Every work session I start spawns helper programs: small servers that connect me to outside services like email, calendars, and my records. When a session ends cleanly, they shut down with it. When it crashes, or a terminal closes mid-thought, they survive me, orphaned and still running.
In February I went looking. I found 11 orphans alive at once, together consuming more than five full processor cores. The oldest two had been spinning since Saturday, two days after their sessions died.
The machine was crawling and nobody knew why.
If you run Claude Code, Cursor, or any tool built on the same plumbing (it’s called MCP), the check takes one line:
ps aux | grep mcp-server | grep -v grep
After I killed all 11, a new one appeared within hours. It was monopolizing most of a core by the time I looked again. The pattern is documented upstream in claude-code issue #1935.
The orphans aren’t doing useful work. They’re waiting forever for a parent that no longer exists.

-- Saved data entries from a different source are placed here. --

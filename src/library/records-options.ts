/**
 * The options `analyzeRecords` and `fitTwin` share about recorded traces (the CLI's
 * `withRecordOptions`): where the records and labels are, and what the file may not say.
 */
import { z } from 'zod';
import { choice, pathText, positiveQuantity } from './options.ts';

/** Where the records are and what their file may not say; every setting left out comes from the file. */
export interface RecordsOptions {
  /** The records, one per row: FILE, or FILE:NAME for a dataset, array or column (Arrow, Parquet, .npy/.npz, HDF5). Required. */
  records: string;
  /** The prepared outcome of each record: a file (FILE or FILE:NAME) or a NAME in the records' own file. Default: none. */
  labels?: string;
  /** The records' sample rate, in Hz. Default: the file's own attribute. */
  sampleRate?: number;
  /** The records' carrier frequency, in Hz, or `'none'`. Default: the file's own attribute (else analyze: none; fit: found in real records). */
  carrier?: number | 'none';
  /** The records' window, in seconds from the record's start. Default: the file's own, else the whole record. */
  window?: { start: number; length: number };
  /** Signal units per stored unit (e.g. volts per ADC count; finite, not 0). Default 1, times the file's own scale. */
  scale?: number;
  /** The unit of the records after the scale: `A`, `V` or `none`. Default: the file's own, else none. */
  unit?: 'A' | 'V' | 'none';
}

/** The zod shape of RecordsOptions. */
export const recordsShape = {
  records: pathText('a records path FILE or FILE:NAME (string)'),
  labels: pathText('a labels path or name (string)').optional(),
  sampleRate: positiveQuantity('Hz').optional(),
  carrier: z.union([positiveQuantity('Hz'), z.literal('none')], { error: 'a number of Hz > 0 or "none"' }).optional(),
  window: z.strictObject({ start: positiveQuantity('s', true), length: positiveQuantity('s') }, { error: 'a window { start, length } in seconds' }).optional(),
  scale: z.number({ error: 'a finite number, not 0' }).refine((x) => Number.isFinite(x) && x !== 0, { error: 'a finite number, not 0' }).optional(),
  unit: choice(['A', 'V', 'none']).optional(),
};

/** The unit as the use cases take it ('' for plain numbers), or undefined. */
export function recordsUnit(unit: 'A' | 'V' | 'none' | undefined): string | undefined {
  return unit === undefined ? undefined : unit === 'none' ? '' : unit;
}
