/** Error-along-a-swept-value spec: simulated points with interval bars and analytic lines per cause. */
export function sweepLineSpec(p: SweepLinePlot): PlotSpec {
  const xs = [...new Set(p.simulated.map((d) => d.x))].sort((a, b) => a - b);
  const xAxis = p.logX && xs.length <= 12 ? { values: xs, format: '.3~g', labelAngle: 0 } : { format: '.3~g' };
  const x = { field: 'x', type: 'quantitative', title: p.xTitle, axis: xAxis, scale: p.logX ? { type: 'log', nice: false, padding: 8 } : { type: 'linear', zero: false, padding: 8 } };
  const y = { type: 'quantitative', scale: { type: 'log', domain: p.yDomain, nice: false }, axis: { values: logTicks(p.yDomain[0], p.yDomain[1]), format: '.0e' } };
  const legend = { orient: 'bottom', direction: 'horizontal', columns: 4, columnPadding: 12 };
  const causeEncoding = { field: 'cause', type: 'nominal', title: 'analytic', scale: { domain: p.causes, range: p.causes.map(causeColour) }, legend };
  const layer: unknown[] = [];
  if (p.best !== null) {
    layer.push({
      data: { values: [{ x: p.best }] }, mark: { type: 'rule', color: PALETTE.accent, strokeDash: [2, 3], strokeWidth: 1.2 },
      encoding: { x },
    });
  }
  layer.push(
    {
      data: { values: p.analytic }, mark: { type: 'line', strokeWidth: 1.8, clip: true },
      encoding: {
        x, y: { field: 'value', ...y, title: 'mean error (log scale)' }, color: causeEncoding,
        strokeDash: { condition: { test: "datum.cause === 'total'", value: [6, 3] }, value: [1, 0] },
      },
    },
    {
      data: { values: p.simulated }, mark: { type: 'rule', color: PALETTE.ink, strokeWidth: 1.4, clip: true },
      encoding: { x, y: { field: 'low', ...y }, y2: { field: 'high' } },
    },
    {
      data: { values: p.simulated }, mark: { type: 'point', size: 46, strokeWidth: 1.5, clip: true, filled: true, color: PALETTE.ink },
      encoding: {
        x, y: { field: 'rate', ...y },
        shape: { field: 'kind', type: 'nominal', title: 'simulated', scale: { domain: ['grid point', 'refinement'], range: ['circle', 'diamond'] }, legend },
      },
    },
  );
  return { width: HALF_WIDTH, height: 220, layer, resolve: { scale: { color: 'independent', shape: 'independent' } } };
}

/** Error and SNR maps over two swept values, with both optima outlined on each (solid: lowest error, dashed: highest SNR). */
export interface HeatPlot {
  xTitle: string;
  yTitle: string;
  xLabels: string[];
  yLabels: string[];
  cells: { x: string; y: string; error: number; errorText: string; snr: number; snrText: string; errorInk: string; snrInk: string }[];
  optima: { x: string; y: string; which: string }[];
}

function heatLayer(p: HeatPlot, field: 'error' | 'snr', title: string, ramp: string[], log: boolean): PlotSpec {
  const x = { field: 'x', type: 'ordinal', title: p.xTitle, sort: p.xLabels, axis: { labelAngle: 0 } };
  const y = { field: 'y', type: 'ordinal', title: p.yTitle, sort: [...p.yLabels].reverse() };
  const cell = Math.max(40, Math.min(90, Math.floor((FULL_WIDTH - 80) / Math.max(1, p.xLabels.length))));
  return {
    width: cell * p.xLabels.length, height: Math.min(300, 38 * p.yLabels.length),
    title: { text: title },
    layer: [
      {
        data: { values: p.cells }, mark: { type: 'rect', stroke: '#ffffff', strokeWidth: 1 },
        encoding: { x, y, color: { field, type: 'quantitative', title: null, scale: log ? { type: 'log', range: ramp } : { type: 'linear', range: ramp, zero: false }, legend: { orient: 'right', gradientLength: Math.max(60, Math.min(300, 38 * p.yLabels.length)), format: log ? '.0e' : '.3~g' } } },
      },
      {
        data: { values: p.cells }, mark: { type: 'text', fontSize: 11 },
        encoding: { x, y, text: { field: `${field}Text` }, color: { field: `${field}Ink`, type: 'nominal', scale: null } },
      },
      ...(['lowest error', 'highest SNR'] as const).flatMap((which) => {
        const values = p.optima.filter((o) => o.which === which);
        const dash = which === 'lowest error' ? [1, 0] : [5, 3];
        return values.length === 0 ? [] : [
          { data: { values }, mark: { type: 'rect', filled: false, stroke: '#ffffff', strokeWidth: 6, strokeDash: dash }, encoding: { x, y } },
          { data: { values }, mark: { type: 'rect', filled: false, stroke: PALETTE.ink, strokeWidth: 3, strokeDash: dash }, encoding: { x, y } },
        ];
      }),
    ],
    resolve: { scale: { color: 'independent' } },
  };
}

/** The two maps (mean error above, SNR below) over two swept values. */
export function heatMapsSpec(p: HeatPlot): PlotSpec {
  return {
    vconcat: [heatLayer(p, 'error', 'simulated mean error', ERROR_RAMP, true), heatLayer(p, 'snr', 'simulated SNR (separation / σ)', SNR_RAMP, false)],
    spacing: 28,
    resolve: { scale: { color: 'independent' } },
  };
}

/** Noise spectrum: one-sided PSD of each component and their sum, log–log. */
export interface SpectrumPlot {
  yTitle: string;
  components: { name: string; f: number; psd: number }[];
}

/** Noise spectrum spec: one line per component, log–log. */
export function spectrumSpec(p: SpectrumPlot): PlotSpec {
  const names = [...new Set(p.components.map((c) => c.name))];
  return {
    width: FULL_WIDTH, height: 260,
    data: { values: p.components.filter((c) => c.f > 0 && c.psd > 0) },
    mark: { type: 'line', strokeWidth: 1.8 },
    encoding: {
      x: { field: 'f', type: 'quantitative', title: 'frequency (Hz, log scale)', scale: { type: 'log' } },
      y: { field: 'psd', type: 'quantitative', title: p.yTitle, scale: { type: 'log' } },
      color: { field: 'name', type: 'nominal', title: 'component', scale: { domain: names, range: names.map((_, i) => SPECTRUM_COLOURS[i % SPECTRUM_COLOURS.length]) } },
    },
  };
}
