/**
 * The plain continuous-time Markov chain sampler (Norris, "Markov Chains", Cambridge 1997, §2.6):
 * the reference the tests hold the engines' history sampler (src/physics/history.ts) against.
 */
import { growJumpArrays, type Chain, type PathBuffer } from '../../src/physics/chain.ts';
import type { RandomStream } from '../../src/random/stream.ts';

/**
 * Samples the jumps of the chain on [0, duration) starting in `start`, into `path`.
 * Returns the state at `duration`.
 */
export function samplePath(chain: Chain, start: number, duration: number, stream: RandomStream, path: PathBuffer): number {
  const n = chain.states;
  let state = start;
  let t = 0;
  path.jumps = 0;
  for (;;) {
    const exit = chain.exitRate[state]!;
    if (exit <= 0) return state;
    t += stream.nextExponential(exit);
    if (t >= duration) return state;
    const u = stream.nextDouble();
    let next = 0;
    const row = state * n;
    while (next < n - 1 && u > chain.cumulative[row + next]!) next++;
    if (path.jumps === path.times.length) growJumpArrays(path);
    path.times[path.jumps] = t;
    path.entered[path.jumps] = next;
    path.jumps++;
    state = next;
  }
}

Telling orphans from workers
Every program on a machine has a parent: the program that started it. An active helper still has a living parent. An orphan’s parent is gone. The operating system hands it to PID 1, the root process, the way an unclaimed suitcase ends up at lost and found.
The second signal is sustained high processor use with nobody to serve. Healthy helpers spend their lives idle, waiting for a call.
# Find MCP processes whose parent is PID 1 (orphaned and reparented)
ps -eo pid,ppid,pcpu,etime,command | grep mcp-server | awk '$2 == 1 {print}'
The reaper
The fix is a scheduled cleanup that fires every 10 minutes. It kills anything matching the orphan test and writes down each kill: which program, how much processor time, how long it ran. A companion check at session start sweeps anything that accumulated overnight.
The scheduler depends on the platform:
- Mac: a LaunchAgent rather than cron, because it survives the machine sleeping and waking.
- Linux: a systemd timer.
- Windows: the Task Scheduler.
The log mattered more than I expected. It quietly became a four-month study of which tools keep abandoning their children on this machine.
Four months of the kill log
The epidemic faded. The recent entries show one orphan in the last several weeks, caught idling at 0.0% processor use. An orphan, but a polite one.
Falling kill counts were exactly the signal the log was designed to surface. The upstream tools improved. Newer releases clean up their children far better than the February ones did. The remaining kills are mostly stray development servers, which the same parent check reaps.
Then the fix showed its limits. In June, the same machine ran two copies of one background worker fighting over the same job list for days. The orphan detector never blinked.
It was right to stay quiet: both copies had legitimate parents. A parent check answers one question: “does this program still have an owner?” It can’t answer “how many of these should exist?”
That second question needs a head count: what should be running, compared against what actually is, in both directions. That incident has its own story.
An orphan is a program that lost its owner. A duplicate is an owner with one program too many. I keep the reaper for the first and take a head count for the second.